Leslie C. Osborne (Sunday, 1:40 pm)

Connecting cortical sensory information to behavioral performance in smooth pursuit

University of Chicago

Performance in sensorimotor behaviors guides our understanding of many of the key computational functions of the brain: the representation of sensory information, the translation of sensory signals to commands for movement, and the production of behavior. Eye movement behaviors have become a valuable testing ground for theories of neural computation because the neural circuitry has been well characterized and eye movements can be tightly coupled to cortical activity. We use an eye movement behavior called smooth pursuit as a model for testing theories of sensory coding. Pursuit is a natural behavior in which we move our eyes along with a visual target in order to stabilize its image on the fovea, a region of the retina with high spatial acuity, so we can see it in detail. There is a performance cost for errors in pursuit ˆ failure to match the eye to target movement will cause the retinal image to slip and impair visual acuity. The visual signals that guide pursuit arise from cortical area MT. Neurons in area MT provide information about a target's movement with the first few spikes of their responses on the timescale relevant to pursuit. I will present evidence that sensory errors in target motion estimation can be “read out” from pursuit movements which makes pursuit an ideal testing ground for theories of sensory coding at the level of neural populations in MT.

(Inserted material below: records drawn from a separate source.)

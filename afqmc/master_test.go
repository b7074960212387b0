package afqmc

import (
	"math"
	"math/cmplx"
	"testing"

	"gonum.org/v1/gonum/mat"

	"leadline/hamiltonian"
	"leadline/trial"
	"leadline/trial/determinant"
)

// The master test: one step, averaged over the fields by quadrature instead of
// sampling, is compared with exp(−τH) on an asymmetric two-electron problem:
//
//	E_y[ I(y) |φ′⟩/⟨Ψ_T|φ′⟩ ] = exp(−τH)|φ⟩/⟨Ψ_T|φ⟩ + O(τ²)
//
// A wrong sign, a missing shift or a lost constant leaves an error of order τ,
// whose ratio per halving of τ is 2 instead of 4.

// smallSystem is M = 3, one up and one down electron, three factors.
func smallSystem(signs [3]float64, antisymmetric int, resolved bool) *hamiltonian.Hamiltonian {
	const m = 3
	h := &hamiltonian.Hamiltonian{
		Sector:   hamiltonian.Sector{Orbitals: m, Up: 1, Down: 1},
		Constant: 0.3,
		Factors:  hamiltonian.NewFactors(m, 3),
	}
	one := mat.NewSymDense(m, []float64{-1.1, 0.2, -0.1, 0.2, -0.4, 0.15, -0.1, 0.15, 0.3})
	h.OneBody = [2]*mat.SymDense{one, one}
	copy(h.Factors.Packed[0], []float64{
		0.6, 0.1, 0.5, -0.2, 0.05, 0.7,
		0.1, 0.3, -0.2, 0.1, 0.25, 0.15,
		-0.05, 0.1, 0.2, 0.2, -0.15, 0.1,
	})
	if antisymmetric == 1 {
		copy(h.Factors.Packed[0][12:], []float64{0, 0.2, 0, -0.3, 0.1, 0})
		h.Factors.Antisymmetric = 1
	}
	if resolved {
		down := append([]float64(nil), h.Factors.Packed[0]...)
		for i := range down {
			down[i] *= -0.7
		}
		h.Factors.Packed[1] = down
		other := mat.NewSymDense(m, []float64{-0.9, 0.1, 0.05, 0.1, -0.5, 0.1, 0.05, 0.1, 0.2})
		h.OneBody[1] = other
	}
	copy(h.Factors.Sign, signs[:])
	return h
}

// dense returns H in the basis of pairs (p up, q down), 9×9.
func dense(h *hamiltonian.Hamiltonian) *mat.SymDense {
	m := h.Orbitals
	out := mat.NewSymDense(m*m, nil)
	l := [2]*mat.Dense{mat.NewDense(m, m, nil), mat.NewDense(m, m, nil)}
	for a := range m * m {
		for b := a; b < m*m; b++ {
			p, q, r, s := a/m, a%m, b/m, b%m
			v := 0.0
			if a == b {
				v += h.Constant
			}
			if q == s {
				v += h.OneBody[0].At(p, r)
			}
			if p == r {
				v += h.OneBody[1].At(q, s)
			}
			for g, sign := range h.Factors.Sign {
				h.Factors.Unpack(l[0], g, 0)
				h.Factors.Unpack(l[1], g, 1)
				v += sign * l[0].At(p, r) * l[1].At(q, s)
			}
			out.SetSym(a, b, v)
		}
	}
	return out
}

// hermite holds Gauss–Hermite nodes and weights for a standard normal deviate,
// from the eigenvalues of the Jacobi matrix (Golub & Welsch, Math. Comput. 23,
// 221 (1969)).
func hermite(n int) (nodes, weights []float64) {
	jacobi := mat.NewSymDense(n, nil)
	for i := 1; i < n; i++ {
		jacobi.SetSym(i-1, i, math.Sqrt(float64(i)))
	}
	var eigen mat.EigenSym
	eigen.Factorize(jacobi, true)
	var v mat.Dense
	eigen.VectorsTo(&v)
	for i := range n {
		weights = append(weights, v.At(0, i)*v.At(0, i))
	}
	return eigen.Values(nil), weights
}

// averagedStepError returns |averaged step − exp(−τH)| relative to the latter.
func averagedStepError(t *testing.T, h *hamiltonian.Hamiltonian, trialColumns, walker [2][]complex128, tau float64) float64 {
	t.Helper()
	const n = 12
	m := h.Orbitals
	nodes, weights := hermite(n)
	count := n * n * n

	var columns trial.Orbitals
	for spin := range 2 {
		norm := 0.0
		for _, v := range trialColumns[spin] {
			norm += real(v)*real(v) + imag(v)*imag(v)
		}
		columns.Re[spin], columns.Im[spin] = mat.NewDense(m, 1, nil), mat.NewDense(m, 1, nil)
		for p, v := range trialColumns[spin] {
			columns.Re[spin].Set(p, 0, real(v)/math.Sqrt(norm))
			columns.Im[spin].Set(p, 0, imag(v)/math.Sqrt(norm))
		}
	}
	source, err := determinant.New(m, columns)
	if err != nil {
		t.Fatal(err)
	}
	guide, err := trial.NewGuide(h, source, 1<<30)
	if err != nil {
		t.Fatal(err)
	}
	w, err := NewWalk(guide, columns, Options{TimeStep: tau, Walkers: count, Cap: CapOff})
	if err != nil {
		t.Fatal(err)
	}
	defer w.Close()
	w.Propagator.Order = 12
	for i := range count {
		for spin := range 2 {
			for p, v := range walker[spin] {
				w.walkers.Set(i, spin, p, 0, v)
			}
		}
	}
	w.crew.run(len(w.tiles), func(ws *workspace, k int) { w.evaluate(ws, w.tiles[k], false) })
	before := w.State.Overlap[0].Value()
	w.deviates = func(_, i int, y []float64) {
		y[0], y[1], y[2] = nodes[i/(n*n)], nodes[i/n%n], nodes[i%n]
	}
	if err := w.Step(false, false); err != nil {
		t.Fatal(err)
	}
	average := make([]complex128, m*m)
	for i := range count {
		weight := weights[i/(n*n)] * weights[i/n%n] * weights[i%n]
		factor := complex(weight, 0) * cmplx.Exp(w.importance[i]) / w.State.Overlap[i].Value()
		// The imaginary part of ln I must be arg R plus that of the importance
		// exponent; here it enters in full.
		for a := range average {
			average[a] += factor * w.walkers.At(i, 0, a/m, 0) * w.walkers.At(i, 1, a%m, 0)
		}
	}
	var eigen mat.EigenSym
	eigen.Factorize(dense(h), true)
	var vectors mat.Dense
	eigen.VectorsTo(&vectors)
	values := eigen.Values(nil)
	var difference, size float64
	for a := range average {
		var want complex128
		for k, e := range values {
			var projection complex128
			for b := range average {
				projection += complex(vectors.At(b, k), 0) * walker[0][b/m] * walker[1][b%m]
			}
			want += complex(vectors.At(a, k)*math.Exp(-tau*e), 0) * projection
		}
		want /= before
		got := average[a] * complex(math.Exp(-tau*w.Propagator.Constant), 0)
		difference += math.Pow(cmplx.Abs(got-want), 2)
		size += math.Pow(cmplx.Abs(want), 2)
	}
	return math.Sqrt(difference / size)
}

func TestAveragedStep(t *testing.T) {
	realTrial := [2][]complex128{{1, 0.4, -0.2}, {0.9, -0.3, 0.35}}
	complexTrial := [2][]complex128{{1, 0.4 + 0.3i, -0.2}, {0.9i, -0.3, 0.35 - 0.5i}}
	walker := [2][]complex128{{1, 0.2 - 0.3i, 0.3i}, {0.8 + 0.2i, -0.5, 0.25 + 0.1i}}
	paired := [2][]complex128{{1, 0.4, -0.2}, {1, 0.4, -0.2}}
	same := [2][]complex128{walker[0], walker[0]}
	for _, c := range []struct {
		name          string
		signs         [3]float64
		antisymmetric int
		resolved      bool
		trial, walker [2][]complex128
	}{
		{name: "repulsive", signs: [3]float64{1, 1, 1}, trial: realTrial, walker: walker},
		{name: "complex trial", signs: [3]float64{1, 1, 1}, trial: complexTrial, walker: walker},
		{name: "attractive", signs: [3]float64{-1, -1, -1}, trial: realTrial, walker: walker},
		{name: "both signs, antisymmetric", signs: [3]float64{1, -1, -1}, antisymmetric: 1, trial: realTrial, walker: walker},
		{name: "antisymmetric, complex trial", signs: [3]float64{1, -1, 1}, antisymmetric: 1, trial: complexTrial, walker: walker},
		{name: "spin-resolved", signs: [3]float64{1, -1, 1}, resolved: true, trial: realTrial, walker: walker},
		{name: "paired walkers", signs: [3]float64{1, 1, 1}, trial: paired, walker: same},
	} {
		t.Run(c.name, func(t *testing.T) {
			h := smallSystem(c.signs, c.antisymmetric, c.resolved)
			var last float64
			for _, tau := range []float64{0.01, 0.005, 0.0025} {
				e := averagedStepError(t, h, c.trial, c.walker, tau)
				if last != 0 {
					if ratio := last / e; math.Abs(ratio-4) > 0.3 {
						t.Errorf("τ = %g: error %.3g, ratio per halving %.3f, expected 4.0 ± 0.3", tau, e, ratio)
					}
				}
				t.Logf("τ = %g: error %.3g", tau, e)
				last = e
			}
		})
	}
}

Alex Huk (Sunday, 2:20 pm)

Geometry and ecology of 3D motion perception

The University of Texas at Austin

The binocular perception of 3D motion through depth has been shown to be mediated by 2 distinct mechanisms: one that follows changes in conventional binocular disparity over time, and one that is based on an inter-ocular comparison of monocular velocities. Although these disparity- based and velocity-based cues are geometrically equivalent in most natural cases, they are isolatable in the lab using specialized stimuli. In this talk, I will review our prior work that isolates and compares the two binocular cues for 3D motion, and then I will extrapolate these results to more ecologically-valid environments. Our initial findings motivate the hypothesis that the disparity-based cue is relied on for slow-moving objects that are foveated, whereas the velocity- based cue is used for a broader range of speeds and eccentricities. I will then describe the results of a geometric analysis which compares our laboratory stimuli used to isolate the velocity-based cue with the actual retinal projections incurred by a realistic moving object. This analysis characterizes additional sources of information available in naturalistic scenes, but also reveals that the inter-ocular velocity difference per se is invariant across simplified laboratory stimuli and realistic natural geometry. Together, these analyses should pave the way for generalizing the well- studied motion and disparity streams to natural scenes and tasks without loss of rigor.